[Records for the exercise Boundary: Start]
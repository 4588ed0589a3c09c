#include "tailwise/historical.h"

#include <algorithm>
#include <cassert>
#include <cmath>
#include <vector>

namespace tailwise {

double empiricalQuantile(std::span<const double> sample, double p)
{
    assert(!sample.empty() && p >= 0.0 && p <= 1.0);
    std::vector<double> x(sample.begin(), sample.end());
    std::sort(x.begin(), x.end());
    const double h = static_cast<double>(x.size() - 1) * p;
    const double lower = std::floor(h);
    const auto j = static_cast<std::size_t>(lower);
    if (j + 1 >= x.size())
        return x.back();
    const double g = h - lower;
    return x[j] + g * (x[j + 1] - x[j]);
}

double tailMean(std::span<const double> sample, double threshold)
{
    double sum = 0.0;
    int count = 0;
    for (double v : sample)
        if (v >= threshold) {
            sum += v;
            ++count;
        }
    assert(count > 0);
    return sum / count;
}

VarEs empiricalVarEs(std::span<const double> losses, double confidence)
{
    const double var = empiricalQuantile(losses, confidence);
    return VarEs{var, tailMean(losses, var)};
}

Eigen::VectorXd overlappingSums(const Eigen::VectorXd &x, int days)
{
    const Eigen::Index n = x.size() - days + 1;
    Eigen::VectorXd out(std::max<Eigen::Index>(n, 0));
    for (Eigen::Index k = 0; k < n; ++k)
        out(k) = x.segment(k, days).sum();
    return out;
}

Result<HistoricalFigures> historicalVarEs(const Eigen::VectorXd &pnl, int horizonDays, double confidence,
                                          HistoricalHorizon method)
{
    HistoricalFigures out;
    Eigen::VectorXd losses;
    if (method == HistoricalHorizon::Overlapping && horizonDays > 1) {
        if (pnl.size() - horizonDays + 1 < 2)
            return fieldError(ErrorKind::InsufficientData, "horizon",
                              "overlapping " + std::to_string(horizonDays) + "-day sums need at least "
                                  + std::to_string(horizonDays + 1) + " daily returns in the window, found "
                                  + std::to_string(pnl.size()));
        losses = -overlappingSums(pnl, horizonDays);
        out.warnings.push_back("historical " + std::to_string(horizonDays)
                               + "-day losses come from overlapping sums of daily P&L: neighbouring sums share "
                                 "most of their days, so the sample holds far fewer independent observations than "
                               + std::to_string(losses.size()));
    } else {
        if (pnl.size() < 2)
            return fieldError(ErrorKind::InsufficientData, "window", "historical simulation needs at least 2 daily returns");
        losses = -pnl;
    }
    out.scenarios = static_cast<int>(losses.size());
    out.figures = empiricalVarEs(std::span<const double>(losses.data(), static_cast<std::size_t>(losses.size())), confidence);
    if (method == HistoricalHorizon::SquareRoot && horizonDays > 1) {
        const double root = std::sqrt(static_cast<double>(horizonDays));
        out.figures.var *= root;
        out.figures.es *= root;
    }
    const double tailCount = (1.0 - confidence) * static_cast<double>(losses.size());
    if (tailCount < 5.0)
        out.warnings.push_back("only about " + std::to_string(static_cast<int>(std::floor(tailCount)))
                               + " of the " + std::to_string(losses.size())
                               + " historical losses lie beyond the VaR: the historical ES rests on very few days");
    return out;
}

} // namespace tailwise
[Records for the exercise Boundary: End]
Your instructions:
Reproduce verbatim the lines above, from the line with "simulation needs at" through the line with "if (method == HistoricalHorizon::SquareRoot".

Solved exercise:
            return fieldError(ErrorKind::InsufficientData, "window", "historical simulation needs at least 2 daily returns");
        losses = -pnl;
    }
    out.scenarios = static_cast<int>(losses.size());
    out.figures = empiricalVarEs(std::span<const double>(losses.data(), static_cast<std::size_t>(losses.size())), confidence);
    if (method == HistoricalHorizon::SquareRoot && horizonDays > 1) {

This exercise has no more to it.